↓↓↓

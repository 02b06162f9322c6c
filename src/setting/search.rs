//! The intermediate pressures a gauge can show, and the largest of them that may be set.
//!
//! Comes in: what an IP must satisfy, a range. Goes out: the largest division of the gauge that satisfies it, so a setting is
//! rounded down, never up. Injection and chance rise with the IP, so halving the range finds it; whatever is found satisfies
//! the condition itself, not only by that argument.

use super::injection::Feed;
use super::options::{FirstStageKind, Used};

/// A share of a division within which a limit counts as on it (a limit of 9.6 bar is on a division of 0.1 bar).
const ON_DIVISION: f64 = 1e-6;
/// Pressures within this much beyond the bench span are still in it, bar: as close as bench points are one pressure.
pub(super) const SPAN_TOLERANCE_BAR: f64 = 0.1;
/// How far beyond the bench span a compensated first stage may go at depth, as a share of its upper end.
pub const BEYOND_SPAN: f64 = 0.10;

/// Divisions of a gauge.
#[derive(Debug, Clone, Copy, PartialEq)]
pub(super) struct Divisions(pub(super) f64);

impl Divisions {
    /// The pressure of a division, bar; exact decimals where the division is one over a whole number.
    pub(super) fn bar(self, index: i64) -> f64 {
        let per_bar = 1.0 / self.0;
        if (per_bar - per_bar.round()).abs() < ON_DIVISION {
            index as f64 / per_bar.round()
        } else {
            index as f64 * self.0
        }
    }

    /// First and last division within a range; none when there is none.
    pub(super) fn within(self, (low, high): (f64, f64)) -> Option<(i64, i64)> {
        let first = (low / self.0 - ON_DIVISION).ceil() as i64;
        let last = (high / self.0 + ON_DIVISION).floor() as i64;
        (first <= last).then_some((first, last))
    }

    /// The largest division from `first` to `last` that satisfies `ok`; none when the first does not.
    pub(super) fn largest(self, (first, last): (i64, i64), ok: impl Fn(f64) -> bool) -> Option<i64> {
        if !ok(self.bar(first)) {
            return None;
        }
        if ok(self.bar(last)) {
            return Some(last);
        }
        let (mut good, mut bad) = (first, last);
        while bad - good > 1 {
            let middle = good + (bad - good) / 2;
            if ok(self.bar(middle)) {
                good = middle;
            } else {
                bad = middle;
            }
        }
        Some(good)
    }
}

/// Lowest and highest IP whose pressures lie within a bench span, bar gauge.
pub(super) fn range_of_span(used: &Used, (low, high): (f64, f64)) -> (f64, f64) {
    let (bottom, top) = match used.first_stage {
        FirstStageKind::Uncompensated => (low - used.set_at_bar_abs, high - used.set_at_bar_abs),
        FirstStageKind::Compensated => {
            let at_depth = (1.0 + BEYOND_SPAN) * high - used.ambient_at(used.held_at_m());
            (low - used.dive_at_bar_abs, (high - used.dive_at_bar_abs).min(at_depth))
        }
    };
    (bottom.max(0.0), top)
}

/// The pressure an IP puts on the orifice that the span does not hold, bar absolute; none when it holds all.
pub(super) fn outside_span(feed: &Feed<'_>, ip_bar: f64, (low, high): (f64, f64)) -> Option<f64> {
    let surface = feed.p1_bar(ip_bar, 0.0);
    let held = feed.p1_bar(ip_bar, feed.used.held_at_m());
    if surface < low - SPAN_TOLERANCE_BAR || surface > high + SPAN_TOLERANCE_BAR {
        Some(surface)
    } else if feed.used.first_stage == FirstStageKind::Compensated && held > (1.0 + BEYOND_SPAN) * high {
        Some(held)
    } else {
        None
    }
}

#[cfg(test)]
mod tests {
    use super::*;

    #[test]
    fn divisions_are_printed_decimals_and_limits_on_them_count() {
        let tenths = Divisions(0.1);
        assert_eq!(tenths.within((7.0, 9.6)), Some((70, 96)));
        assert_eq!((tenths.bar(96), tenths.bar(97)), (9.6, 9.7));
        assert_eq!(Divisions(0.25).within((7.1, 7.2)), None);
        assert_eq!(Divisions(0.25).within((7.1, 7.6)), Some((29, 30)));
    }

    #[test]
    fn the_largest_is_found_and_never_one_above_it() {
        let tenths = Divisions(0.1);
        for limit in 70..=130_i32 {
            let limit = f64::from(limit) / 10.0;
            let found = tenths.largest((70, 130), |ip| ip <= limit).map(|k| tenths.bar(k));
            assert_eq!(found, Some(limit));
        }
        assert_eq!(tenths.largest((70, 130), |ip| ip < 7.0), None);
    }
}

↑↑↑

**Task to complete:** An exact retyping of the full listing is required.

**Answer space:**
repository 02b06162f9322c6c
filename src/setting/search.rs
//! The intermediate pressures a gauge can show, and the largest of them that may be set.
//!
//! Comes in: what an IP must satisfy, a range. Goes out: the largest division of the gauge that satisfies it, so a setting is
//! rounded down, never up. Injection and chance rise with the IP, so halving the range finds it; whatever is found satisfies
//! the condition itself, not only by that argument.

use super::injection::Feed;
use super::options::{FirstStageKind, Used};

/// A share of a division within which a limit counts as on it (a limit of 9.6 bar is on a division of 0.1 bar).
const ON_DIVISION: f64 = 1e-6;
/// Pressures within this much beyond the bench span are still in it, bar: as close as bench points are one pressure.
pub(super) const SPAN_TOLERANCE_BAR: f64 = 0.1;
/// How far beyond the bench span a compensated first stage may go at depth, as a share of its upper end.
pub const BEYOND_SPAN: f64 = 0.10;

/// Divisions of a gauge.
#[derive(Debug, Clone, Copy, PartialEq)]
pub(super) struct Divisions(pub(super) f64);

impl Divisions {
    /// The pressure of a division, bar; exact decimals where the division is one over a whole number.
    pub(super) fn bar(self, index: i64) -> f64 {
        let per_bar = 1.0 / self.0;
        if (per_bar - per_bar.round()).abs() < ON_DIVISION {
            index as f64 / per_bar.round()
        } else {
            index as f64 * self.0
        }
    }

    /// First and last division within a range; none when there is none.
    pub(super) fn within(self, (low, high): (f64, f64)) -> Option<(i64, i64)> {
        let first = (low / self.0 - ON_DIVISION).ceil() as i64;
        let last = (high / self.0 + ON_DIVISION).floor() as i64;
        (first <= last).then_some((first, last))
    }

    /// The largest division from `first` to `last` that satisfies `ok`; none when the first does not.
    pub(super) fn largest(self, (first, last): (i64, i64), ok: impl Fn(f64) -> bool) -> Option<i64> {
        if !ok(self.bar(first)) {
            return None;
        }
        if ok(self.bar(last)) {
            return Some(last);
        }
        let (mut good, mut bad) = (first, last);
        while bad - good > 1 {
            let middle = good + (bad - good) / 2;
            if ok(self.bar(middle)) {
                good = middle;
            } else {
                bad = middle;
            }
        }
        Some(good)
    }
}

/// Lowest and highest IP whose pressures lie within a bench span, bar gauge.
pub(super) fn range_of_span(used: &Used, (low, high): (f64, f64)) -> (f64, f64) {
    let (bottom, top) = match used.first_stage {
        FirstStageKind::Uncompensated => (low - used.set_at_bar_abs, high - used.set_at_bar_abs),
        FirstStageKind::Compensated => {
            let at_depth = (1.0 + BEYOND_SPAN) * high - used.ambient_at(used.held_at_m());
            (low - used.dive_at_bar_abs, (high - used.dive_at_bar_abs).min(at_depth))
        }
    };
    (bottom.max(0.0), top)
}

/// The pressure an IP puts on the orifice that the span does not hold, bar absolute; none when it holds all.
pub(super) fn outside_span(feed: &Feed<'_>, ip_bar: f64, (low, high): (f64, f64)) -> Option<f64> {
    let surface = feed.p1_bar(ip_bar, 0.0);
    let held = feed.p1_bar(ip_bar, feed.used.held_at_m());
    if surface < low - SPAN_TOLERANCE_BAR || surface > high + SPAN_TOLERANCE_BAR {
        Some(surface)
    } else if feed.used.first_stage == FirstStageKind::Compensated && held > (1.0 + BEYOND_SPAN) * high {
        Some(held)
    } else {
        None
    }
}

#[cfg(test)]
mod tests {
    use super::*;

    #[test]
    fn divisions_are_printed_decimals_and_limits_on_them_count() {
        let tenths = Divisions(0.1);
        assert_eq!(tenths.within((7.0, 9.6)), Some((70, 96)));
        assert_eq!((tenths.bar(96), tenths.bar(97)), (9.6, 9.7));
        assert_eq!(Divisions(0.25).within((7.1, 7.2)), None);
        assert_eq!(Divisions(0.25).within((7.1, 7.6)), Some((29, 30)));
    }

    #[test]
    fn the_largest_is_found_and_never_one_above_it() {
        let tenths = Divisions(0.1);
        for limit in 70..=130_i32 {
            let limit = f64::from(limit) / 10.0;
            let found = tenths.largest((70, 130), |ip| ip <= limit).map(|k| tenths.bar(k));
            assert_eq!(found, Some(limit));
        }
        assert_eq!(tenths.largest((70, 130), |ip| ip < 7.0), None);
    }
}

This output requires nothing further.